▸ **THE TASK**:
Within the material below, how many lines carry the word "isDisabled"? Only that number is wanted.

● ● ● ●

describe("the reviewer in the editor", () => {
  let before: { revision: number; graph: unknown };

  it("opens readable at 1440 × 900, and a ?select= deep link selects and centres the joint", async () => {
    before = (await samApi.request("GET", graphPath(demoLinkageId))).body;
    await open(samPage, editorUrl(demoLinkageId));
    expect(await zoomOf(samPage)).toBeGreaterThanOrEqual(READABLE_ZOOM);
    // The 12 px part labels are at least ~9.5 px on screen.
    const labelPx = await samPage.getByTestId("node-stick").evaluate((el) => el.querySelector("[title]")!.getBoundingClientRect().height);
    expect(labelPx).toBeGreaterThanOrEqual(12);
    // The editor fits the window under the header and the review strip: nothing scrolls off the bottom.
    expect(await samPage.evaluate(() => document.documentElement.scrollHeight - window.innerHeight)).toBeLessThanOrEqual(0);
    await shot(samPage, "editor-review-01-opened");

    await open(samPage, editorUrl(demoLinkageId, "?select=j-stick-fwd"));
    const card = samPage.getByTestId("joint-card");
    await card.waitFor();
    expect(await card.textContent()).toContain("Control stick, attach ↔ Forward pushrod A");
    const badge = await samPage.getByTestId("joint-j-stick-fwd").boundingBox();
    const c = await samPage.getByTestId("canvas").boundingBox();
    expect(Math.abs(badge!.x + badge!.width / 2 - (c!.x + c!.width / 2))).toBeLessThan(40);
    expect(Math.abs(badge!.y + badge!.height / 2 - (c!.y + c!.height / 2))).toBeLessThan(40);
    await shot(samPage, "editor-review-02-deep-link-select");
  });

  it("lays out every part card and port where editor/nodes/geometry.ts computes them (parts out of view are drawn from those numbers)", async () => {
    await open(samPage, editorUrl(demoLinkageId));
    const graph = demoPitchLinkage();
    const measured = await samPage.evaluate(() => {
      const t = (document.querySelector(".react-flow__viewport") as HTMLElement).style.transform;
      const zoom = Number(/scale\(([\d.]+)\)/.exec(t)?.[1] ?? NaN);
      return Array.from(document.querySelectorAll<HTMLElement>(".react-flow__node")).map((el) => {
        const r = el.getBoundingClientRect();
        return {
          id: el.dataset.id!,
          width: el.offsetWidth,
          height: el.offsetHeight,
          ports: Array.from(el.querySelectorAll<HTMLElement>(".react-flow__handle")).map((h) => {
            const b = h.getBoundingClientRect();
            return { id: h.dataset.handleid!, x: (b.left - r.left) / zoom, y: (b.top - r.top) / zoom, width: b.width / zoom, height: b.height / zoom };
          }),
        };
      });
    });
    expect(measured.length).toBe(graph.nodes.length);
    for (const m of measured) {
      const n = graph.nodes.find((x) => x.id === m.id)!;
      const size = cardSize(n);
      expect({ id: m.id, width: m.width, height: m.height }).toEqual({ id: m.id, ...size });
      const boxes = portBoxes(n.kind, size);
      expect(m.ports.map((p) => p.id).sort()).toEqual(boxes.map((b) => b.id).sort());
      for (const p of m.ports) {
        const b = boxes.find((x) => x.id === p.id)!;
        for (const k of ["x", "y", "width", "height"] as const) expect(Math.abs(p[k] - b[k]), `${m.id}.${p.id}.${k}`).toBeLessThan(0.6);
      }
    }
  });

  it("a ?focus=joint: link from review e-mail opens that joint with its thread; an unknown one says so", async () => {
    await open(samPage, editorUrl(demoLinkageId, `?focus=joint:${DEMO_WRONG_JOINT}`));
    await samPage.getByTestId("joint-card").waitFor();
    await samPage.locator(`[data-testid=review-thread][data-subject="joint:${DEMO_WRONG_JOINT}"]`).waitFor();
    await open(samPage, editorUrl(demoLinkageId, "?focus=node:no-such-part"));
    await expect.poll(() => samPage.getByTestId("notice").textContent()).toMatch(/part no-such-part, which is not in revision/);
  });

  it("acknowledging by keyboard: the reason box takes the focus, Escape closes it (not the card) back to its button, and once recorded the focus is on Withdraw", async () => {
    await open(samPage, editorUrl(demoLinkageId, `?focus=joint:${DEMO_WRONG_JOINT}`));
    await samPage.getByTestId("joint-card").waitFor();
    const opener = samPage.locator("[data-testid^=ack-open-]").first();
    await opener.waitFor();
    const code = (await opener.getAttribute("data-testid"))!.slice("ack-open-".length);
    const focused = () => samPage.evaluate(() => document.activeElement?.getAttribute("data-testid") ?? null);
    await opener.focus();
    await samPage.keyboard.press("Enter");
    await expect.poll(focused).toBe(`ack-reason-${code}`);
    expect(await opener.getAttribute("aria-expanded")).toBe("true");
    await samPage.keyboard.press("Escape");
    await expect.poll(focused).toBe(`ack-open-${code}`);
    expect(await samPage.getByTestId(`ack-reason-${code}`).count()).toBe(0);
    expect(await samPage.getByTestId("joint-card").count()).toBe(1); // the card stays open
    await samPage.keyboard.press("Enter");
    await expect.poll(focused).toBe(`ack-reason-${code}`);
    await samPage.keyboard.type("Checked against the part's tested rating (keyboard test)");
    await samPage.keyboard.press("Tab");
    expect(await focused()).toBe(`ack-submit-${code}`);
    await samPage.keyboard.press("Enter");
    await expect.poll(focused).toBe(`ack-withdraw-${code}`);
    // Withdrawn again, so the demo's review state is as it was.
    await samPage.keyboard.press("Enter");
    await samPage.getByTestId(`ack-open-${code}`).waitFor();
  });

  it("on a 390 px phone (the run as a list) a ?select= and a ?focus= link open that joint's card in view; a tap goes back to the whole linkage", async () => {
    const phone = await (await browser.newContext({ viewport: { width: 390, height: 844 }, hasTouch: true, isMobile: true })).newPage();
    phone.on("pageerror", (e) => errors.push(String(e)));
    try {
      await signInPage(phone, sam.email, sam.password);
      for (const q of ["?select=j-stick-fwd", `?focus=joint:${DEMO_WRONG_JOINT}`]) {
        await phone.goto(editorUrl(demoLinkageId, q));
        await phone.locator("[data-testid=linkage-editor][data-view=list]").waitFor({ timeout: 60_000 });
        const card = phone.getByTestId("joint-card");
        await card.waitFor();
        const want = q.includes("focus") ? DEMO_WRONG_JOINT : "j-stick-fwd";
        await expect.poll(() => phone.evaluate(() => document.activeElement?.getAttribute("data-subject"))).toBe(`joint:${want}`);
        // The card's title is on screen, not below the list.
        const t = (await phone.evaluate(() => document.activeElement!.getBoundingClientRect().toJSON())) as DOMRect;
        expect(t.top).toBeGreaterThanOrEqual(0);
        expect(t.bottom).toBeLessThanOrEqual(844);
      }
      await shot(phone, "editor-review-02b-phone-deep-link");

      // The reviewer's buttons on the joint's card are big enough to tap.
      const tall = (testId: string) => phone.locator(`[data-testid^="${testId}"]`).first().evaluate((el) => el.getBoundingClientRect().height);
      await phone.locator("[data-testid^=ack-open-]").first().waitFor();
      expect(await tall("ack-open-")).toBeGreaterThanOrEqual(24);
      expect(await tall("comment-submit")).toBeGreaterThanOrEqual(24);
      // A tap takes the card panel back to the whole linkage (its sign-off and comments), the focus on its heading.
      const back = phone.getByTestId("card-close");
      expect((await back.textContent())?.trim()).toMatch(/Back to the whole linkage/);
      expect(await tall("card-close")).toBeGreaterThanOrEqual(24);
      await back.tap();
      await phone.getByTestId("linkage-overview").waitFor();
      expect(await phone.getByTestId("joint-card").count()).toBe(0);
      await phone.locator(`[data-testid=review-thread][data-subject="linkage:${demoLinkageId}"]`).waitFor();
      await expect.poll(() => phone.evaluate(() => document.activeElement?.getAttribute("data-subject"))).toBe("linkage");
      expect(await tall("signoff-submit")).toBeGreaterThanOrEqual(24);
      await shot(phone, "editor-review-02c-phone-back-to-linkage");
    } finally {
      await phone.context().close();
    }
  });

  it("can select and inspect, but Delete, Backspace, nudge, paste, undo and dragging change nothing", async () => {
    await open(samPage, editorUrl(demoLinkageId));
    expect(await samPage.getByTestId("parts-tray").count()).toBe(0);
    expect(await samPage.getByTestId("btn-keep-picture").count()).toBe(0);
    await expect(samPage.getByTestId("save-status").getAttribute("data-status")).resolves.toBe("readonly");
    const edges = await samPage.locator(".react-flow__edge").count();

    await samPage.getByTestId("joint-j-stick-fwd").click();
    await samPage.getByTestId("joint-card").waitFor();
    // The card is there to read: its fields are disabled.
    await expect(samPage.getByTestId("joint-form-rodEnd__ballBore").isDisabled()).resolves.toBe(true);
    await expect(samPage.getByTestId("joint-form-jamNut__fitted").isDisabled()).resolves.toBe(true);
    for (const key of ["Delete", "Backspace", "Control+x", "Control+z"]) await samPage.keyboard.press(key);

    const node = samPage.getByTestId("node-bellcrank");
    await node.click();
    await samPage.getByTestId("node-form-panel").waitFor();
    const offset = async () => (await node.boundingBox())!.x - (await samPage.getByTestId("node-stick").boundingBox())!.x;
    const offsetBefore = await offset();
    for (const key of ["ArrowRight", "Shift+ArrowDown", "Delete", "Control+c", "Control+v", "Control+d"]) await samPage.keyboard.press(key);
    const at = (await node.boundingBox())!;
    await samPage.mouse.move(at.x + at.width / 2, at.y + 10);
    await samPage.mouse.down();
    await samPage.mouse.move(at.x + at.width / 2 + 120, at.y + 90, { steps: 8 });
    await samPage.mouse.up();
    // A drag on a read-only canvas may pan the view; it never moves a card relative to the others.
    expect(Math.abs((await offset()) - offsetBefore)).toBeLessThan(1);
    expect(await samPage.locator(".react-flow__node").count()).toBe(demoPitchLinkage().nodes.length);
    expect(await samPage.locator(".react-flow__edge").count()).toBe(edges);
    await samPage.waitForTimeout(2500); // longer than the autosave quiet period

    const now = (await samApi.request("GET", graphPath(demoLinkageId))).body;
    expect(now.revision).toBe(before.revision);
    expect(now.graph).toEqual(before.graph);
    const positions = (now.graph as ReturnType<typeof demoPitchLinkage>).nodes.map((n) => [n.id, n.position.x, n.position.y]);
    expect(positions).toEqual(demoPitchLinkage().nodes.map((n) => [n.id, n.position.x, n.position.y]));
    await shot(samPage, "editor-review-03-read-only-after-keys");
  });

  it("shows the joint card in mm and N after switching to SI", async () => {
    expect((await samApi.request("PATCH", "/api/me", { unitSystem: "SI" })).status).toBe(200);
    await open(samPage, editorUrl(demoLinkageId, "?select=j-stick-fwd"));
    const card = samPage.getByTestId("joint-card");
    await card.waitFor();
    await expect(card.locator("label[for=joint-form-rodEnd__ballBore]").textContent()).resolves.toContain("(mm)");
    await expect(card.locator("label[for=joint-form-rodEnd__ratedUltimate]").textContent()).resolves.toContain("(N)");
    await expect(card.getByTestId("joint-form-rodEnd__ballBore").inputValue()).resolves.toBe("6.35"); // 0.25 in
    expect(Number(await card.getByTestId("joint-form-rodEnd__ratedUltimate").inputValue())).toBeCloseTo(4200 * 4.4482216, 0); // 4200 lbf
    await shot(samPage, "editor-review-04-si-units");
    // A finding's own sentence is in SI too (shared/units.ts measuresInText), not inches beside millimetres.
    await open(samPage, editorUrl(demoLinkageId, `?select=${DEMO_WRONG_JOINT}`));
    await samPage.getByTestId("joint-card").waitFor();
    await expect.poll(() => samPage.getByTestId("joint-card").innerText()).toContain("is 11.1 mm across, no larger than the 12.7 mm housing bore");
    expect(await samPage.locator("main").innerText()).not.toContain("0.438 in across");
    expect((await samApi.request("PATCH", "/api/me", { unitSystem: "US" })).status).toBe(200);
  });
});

● ● ● ●

▸ **TASK SOLUTION**:
2